Она свесилась к его шее, изгибаясь и как будто стараясь заглянуть в глаза. Фогаррид, обернувшись и поняв, кто через секунду станет жертвой клинка, вытянул обе руки, преграждая путь лезвию с криком.
.— Нет, оставь, она не опасна!
Конан успел удержать меч в полете, шагнув в сторону и скосив несколько веток. Смуглое лицо старика побледнело, как будто это он избежал смертельной опасности.
Северянин в растерянности наблюдал, как он отломил кусочек от лепешки, которую захватил с собой, и протянул несимпатичной твари, широко раскрывшей рот.

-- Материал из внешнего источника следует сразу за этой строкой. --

/* SPDX-License-Identifier: GPL-3.0-or-later */
/* test_vecmath.c: our exp, log and normal distribution against libm, GSL and printed tables. */
#include <gsl/gsl_cdf.h>
#include <math.h>
#include <stdlib.h>
#include <string.h>

#include "base/isa.h"
#include "base/vecmath.h"
#include "unit.h"

enum { POINTS = 200000 };

static double relative(double got, double want)
{
    return want == 0.0 ? fabs(got) : fabs(got / want - 1.0);
}

static void exp_and_log(void)
{
    double worst_exp = 0, worst_log = 0;
    for (int i = 0; i < POINTS; i++) {
        const double x = -707.9 + 1417.6 * i / POINTS, y = exp(0.98 * x);
        worst_exp = fmax(worst_exp, relative(vm_exp(x), exp(x)));
        worst_log = fmax(worst_log, fabs(vm_log(y) - log(y)) / fmax(fabs(log(y)), 1e-12));
    }
    CU_ASSERT(worst_exp < 4.5e-16); /* two units in the last place */
    CU_ASSERT(worst_log < 4.5e-16);
    CU_ASSERT_EQUAL(vm_exp(0.0), 1.0);
    CU_ASSERT_EQUAL(vm_log(1.0), 0.0);
    /* Abramowitz & Stegun 1964, table 4.4 and 4.2: e = 2.71828 18284 59045, ln 2 = 0.69314 71805
     * 59945 */
    CU_ASSERT_DOUBLE_EQUAL(vm_exp(1.0), 2.718281828459045, 5e-16);
    CU_ASSERT_DOUBLE_EQUAL(vm_log(2.0), 0.6931471805599453, 2e-16);
}

static void logistic_family(void)
{
    double worst = 0, worst_softplus = 0;
    for (int i = 0; i < POINTS; i++) {
        const double x = -60.0 + 120.0 * i / POINTS;
        worst = fmax(worst, relative(vm_logistic(x), 1.0 / (1.0 + exp(-x))));
        worst_softplus =
            fmax(worst_softplus, relative(vm_log1p_exp(x), x > 33 ? x + exp(-x) : log1p(exp(x))));
    }
    CU_ASSERT(worst < 1e-15);
    CU_ASSERT(worst_softplus < 1e-15);
    CU_ASSERT_DOUBLE_EQUAL(vm_logit(0.25), log(0.25 / 0.75), 1e-15);
    CU_ASSERT_DOUBLE_EQUAL(vm_pow(2.0, 0.5), sqrt(2.0), 1e-15);
}

static void normal(void)
{
    double worst = 0, worst_relative = 0, worst_quantile = 0;
    for (int i = 0; i < POINTS; i++) {
        const double x = -37.0 + 74.0 * i / POINTS, p = (i + 0.5) / POINTS;
        const double want = gsl_cdf_ugaussian_P(x);
        worst = fmax(worst, fabs(vm_normal_cdf(x) - want));
        worst_relative = fmax(worst_relative, relative(vm_normal_cdf(x), want));
        worst_quantile =
            fmax(worst_quantile, relative(vm_normal_quantile(p), gsl_cdf_ugaussian_Pinv(p)));
    }
    CU_ASSERT(worst < 1e-15);
    CU_ASSERT(worst_relative < 1e-8);
    CU_ASSERT(worst_quantile < 2e-15);
    /* Abramowitz & Stegun 1964, table 26.1: P(1) = 0.84134 47460 68543, P(2) = 0.97724 98680 51821
     */
    CU_ASSERT_DOUBLE_EQUAL(vm_normal_cdf(1.0), 0.841344746068543, 1e-15);
    CU_ASSERT_DOUBLE_EQUAL(vm_normal_cdf(2.0), 0.977249868051821, 1e-15);
    CU_ASSERT_DOUBLE_EQUAL(vm_normal_quantile(0.975), 1.959963984540054, 1e-14);
    CU_ASSERT(relative(vm_normal_quantile(1e-300), gsl_cdf_ugaussian_Pinv(1e-300)) < 1e-14);
}

static void circle(void)
{
    double worst = 0;
    for (int i = 0; i <= 10000; i++) {
        double s, c;
        vm_sin_cos_turns(i / 10000.0, &s, &c);
        worst = fmax(worst, fabs(s - sin(6.283185307179586 * i / 10000.0)));
        worst = fmax(worst, fabs(c - cos(6.283185307179586 * i / 10000.0)));
    }
    CU_ASSERT(worst < 3e-14);
}

static void edges(void)
{
    CU_ASSERT(isinf(vm_exp(710.0)) && vm_exp(710.0) > 0);
    CU_ASSERT(relative(vm_exp(709.7), exp(709.7)) < 5e-16);
    CU_ASSERT_EQUAL(vm_exp(-709.0), 0.0);
    CU_ASSERT_EQUAL(vm_exp(-INFINITY), 0.0);
    CU_ASSERT(isnan(vm_exp(NAN)));
    CU_ASSERT(isinf(vm_log(0.0)) && vm_log(0.0) < 0);
    CU_ASSERT(isnan(vm_log(-1.0)));
    CU_ASSERT(isinf(vm_log(INFINITY)));
    CU_ASSERT_DOUBLE_EQUAL(vm_log(5e-324), log(5e-324), 1e-12);
    CU_ASSERT_EQUAL(vm_normal_cdf(-INFINITY), 0.0);
    CU_ASSERT_EQUAL(vm_normal_cdf(INFINITY), 1.0);
    CU_ASSERT(isnan(vm_normal_cdf(NAN)));
    CU_ASSERT(isinf(vm_normal_quantile(0.0)) && isinf(vm_normal_quantile(1.0)));
    CU_ASSERT(isnan(vm_normal_quantile(1.5)));
}

/* one element of a block against the scalar: the same bits at every length and position */
static void same_bits(void (*block)(size_t, const double *, double *), double (*scalar)(double))
{
    double in[9], out[9];
    for (size_t n = 1; n <= 9; n++)
        for (int shift = 0; shift < 200; shift++) {
            for (size_t i = 0; i < n; i++)
                in[i] = i == 3 ? 1e9 * (shift - 100) : -9.0 + 0.37 * (double)i + 0.1 * shift;
            block(n, in, out);
            for (size_t i = 0; i < n; i++) {
                const double want = scalar(in[i]);
                CU_ASSERT(memcmp(&out[i], &want, sizeof want) == 0 ||
                          (isnan(out[i]) && isnan(want)));
            }
        }
}

static void blocks_of(const struct vecmath *v)
{
    same_bits(v->exp, vm_exp);
    same_bits(v->log, vm_log);
    same_bits(v->log1p_exp, vm_log1p_exp);
    same_bits(v->logistic, vm_logistic);
    same_bits(v->normal_cdf, vm_normal_cdf);
}

static void blocks_sse2(void)
{
    blocks_of(&vecmath_sse2);
}

static void blocks_avx2(void)
{
    __builtin_cpu_init();
    if (!__builtin_cpu_supports("avx2")) {
        unit_skip("this processor has no AVX2");
        return;
    }
    blocks_of(&vecmath_avx2);
}

static void forced_set(void)
{
    struct err e = ERR_INIT;
    setenv("TERRACE_ISA", "sse2", 1);
    CU_ASSERT_EQUAL(isa_in_force(), ISA_SSE2);
    CU_ASSERT_STRING_EQUAL(vecmath()->name, "sse2");
    CU_ASSERT_EQUAL(isa_check(&e), STATUS_OK);
    setenv("TERRACE_ISA", "abacus", 1);
    CU_ASSERT_EQUAL(isa_check(&e), STATUS_INPUT);
    unsetenv("TERRACE_ISA");
    err_release(&e);
}

static const struct unit_test tests[] = {
    {"exp and log", exp_and_log},
    {"logistic, logit, softplus, power", logistic_family},
    {"normal cdf and quantile", normal},
    {"sine and cosine", circle},
    {"edges of the domains", edges},
    {"blocks, SSE2", blocks_sse2},
    {"blocks, AVX2", blocks_avx2},
    {"TERRACE_ISA", forced_set},
    UNIT_END,
};

int main(void)
{
    return unit_main("vecmath", tests);
}
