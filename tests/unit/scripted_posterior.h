/* SPDX-License-Identifier: GPL-3.0-or-later */
/* scripted_posterior.h: a posterior that takes the place of the library's in one test program:
 * independent normal draws whose convergence, doubts and second method follow a script, so that
 * every path of a live fit is walked. Included once; it defines every function of posterior.h.
 */
#ifndef TERRACE_TEST_SCRIPTED_POSTERIOR_H
#define TERRACE_TEST_SCRIPTED_POSTERIOR_H

#include <math.h>

#include "base/mem.h"
#include "base/vecmath.h"
#include "posterior/likelihood_fit.h"
#include "posterior/posterior.h"
#include "tiny_world.h"

enum { LEVELS = 3, CALLS = 32, SECOND = 20000 };

struct plan {
    const struct design *d;
};

struct posterior {
    const struct design *d;
    double *x, *second;
    size_t total;
    bool slice;
};

static struct script {
    double mean[LEVELS];       /* of the level responses, sd 1 */
    size_t converges_at;       /* first length with a small R-hat */
    size_t slice_converges_at; /* the same of the slice sampler */
    bool doubtful, distrusted;
    double shift, slice_shift; /* what the second method finds differs by this in level 2 */
    size_t lengths[CALLS], calls;
    bool by_slice[CALLS];
} script;

/* Normal draws, level by level independent; `salt` names the stream. */
static double *normal_draws(size_t n, uint64_t salt, double shift)
{
    uint64_t state = salt;
    double *x = mem_new(n * LEVELS, sizeof *x);
    for (size_t i = 0; i < n; i++)
        for (size_t k = 0; k < LEVELS; k++) {
            const double u = ((double)tiny_random(&state, 1u << 30) + 0.5) / (1u << 30);
            x[k * n + i] = script.mean[k] + (k == 2 ? shift : 0) + vm_normal_quantile(u);
        }
    return x;
}

struct plan *plan_new(const struct design *d, const struct model *m)
{
    struct plan *plan = mem_new(1, sizeof *plan);
    (void)m;
    plan->d = d;
    return plan;
}

void plan_free(struct plan *p)
{
    mem_free(p);
}

struct posterior *posterior_new(const struct plan *p)
{
    struct posterior *x = mem_new(1, sizeof *x);
    x->d = p->d;
    return x;
}

void posterior_free(struct posterior *p)
{
    mem_free(p->x);
    mem_free(p->second);
    mem_free(p);
}

enum status posterior_start(struct posterior *p, const struct level_data *data, struct rng_key key,
                            struct err *e)
{
    (void)data, (void)key, (void)e;
    p->slice = false;
    return STATUS_OK;
}

void posterior_extend(struct posterior *p, size_t total)
{
    if (script.calls < CALLS) {
        script.lengths[script.calls] = total;
        script.by_slice[script.calls++] = p->slice;
    }
    mem_free(p->x);
    p->x = normal_draws(total, 1, 0);
    p->total = total;
}

void posterior_use_slice(struct posterior *p)
{
    p->slice = true;
}

bool posterior_is_lost(const struct posterior *p)
{
    (void)p;
    return false;
}

bool posterior_is_slice(const struct posterior *p)
{
    return p->slice;
}

void posterior_simulated(struct posterior *p, size_t draws, bool *doubtful, bool *distrusted)
{
    posterior_extend(p, draws);
    *doubtful = script.doubtful;
    *distrusted = script.distrusted;
}

static struct draws rows_of(const double *x, size_t n, size_t chains)
{
    return (struct draws){.n = n,
                          .points = n,
                          .stride = n,
                          .chains = chains,
                          .levels = LEVELS,
                          .link = x,
                          .response = x};
}

struct draws posterior_draws(const struct posterior *p)
{
    return rows_of(p->x, p->total, CHAINS);
}

double posterior_kish(const struct posterior *p)
{
    return p->slice ? 1 : 0.9;
}

bool posterior_is_doubtful(const struct posterior *p)
{
    return script.doubtful && !p->slice;
}

void posterior_diagnose(const struct draws *d, int threads, struct convergence *out)
{
    const bool slice = script.by_slice[script.calls - 1];
    const size_t at = slice ? script.slice_converges_at : script.converges_at;
    (void)threads;
    out[0] = (struct convergence){NAN, NAN, NAN, NAN}; /* a fixed parameter's row */
    for (size_t k = 0; k < d->levels; k++) {
        const double n = (double)d->n;
        out[d->parameters + k] = (struct convergence){d->n >= at ? 1.001 : 1.02, n, n, 0.01};
    }
    out[d->parameters] = (struct convergence){NAN, NAN, NAN, NAN}; /* a constant level mean */
}

struct draws posterior_second(struct posterior *p, const char **name)
{
    mem_free(p->second);
    p->second = normal_draws(SECOND, 2, p->slice ? script.slice_shift : script.shift);
    *name = "quadrature";
    return rows_of(p->second, SECOND, 1);
}

struct draws posterior_prior(struct posterior *p, size_t count, struct rng_key key)
{
    (void)key;
    mem_free(p->x);
    p->x = normal_draws(count, 3, 0);
    p->total = count;
    return rows_of(p->x, count, 1);
}

bool posterior_curve_at(const struct plan *p, const struct draws *d, double x, double *out)
{
    (void)p, (void)d, (void)x, (void)out;
    return false;
}

/* Nor is there a likelihood fit. */
void likelihood_fit_run(struct likelihood_fit *out, const struct design *d, const struct model *m,
                        const struct level_data *data)
{
    (void)d, (void)m, (void)data;
    *out = (struct likelihood_fit){.exists = false};
}

void likelihood_fit_release(struct likelihood_fit *f)
{
    (void)f;
}

bool likelihood_fit_at(const struct likelihood_fit *f, const struct design *d,
                       const struct model *m, double x, double *response)
{
    (void)f, (void)d, (void)m, (void)x, (void)response;
    return false;
}

#endif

Конан, испытывая неловкость от своего не принятого заступничества, усмехнулся.
— Рога Нергала! Однако, друзья у тебя весьма опасные, да и, прости за прямоту, жутковатые. И разве змеи едят хлеб?
Он снова опустился на ствол, наблюдая, как вдумчиво и не спеша приятель отшельника заглатывает угощение. Успокоившийся Фогаррид подмигнул.
— Этот все ест. Я зову его Агусом, мы давние приятели, он живет здесь, кажется, целую вечность. Во всяком случае и дед и отец его знали. Это наше место, я кормлю его здесь, разговариваю, а он слушает, больше ведь некому.
И вновь Конана захлестнула жалость — человек, стоявший во главе государства, не находит иного собеседника, кроме змеи.
Он представил вдруг, как отшельник, окрыленный поддержкой тысяч людей, долго бежал вперед, к цели, чувствуя, как за ним ширится людской поток. И наконец он обернулся, впервые увидел перед собой бескрайнее море лиц, вопрошающие глаза и понял, что ему нечего сказать им.
Киммериец уже знал ответ на заданный вопрос и не удивился, услышав слова Фогаррида.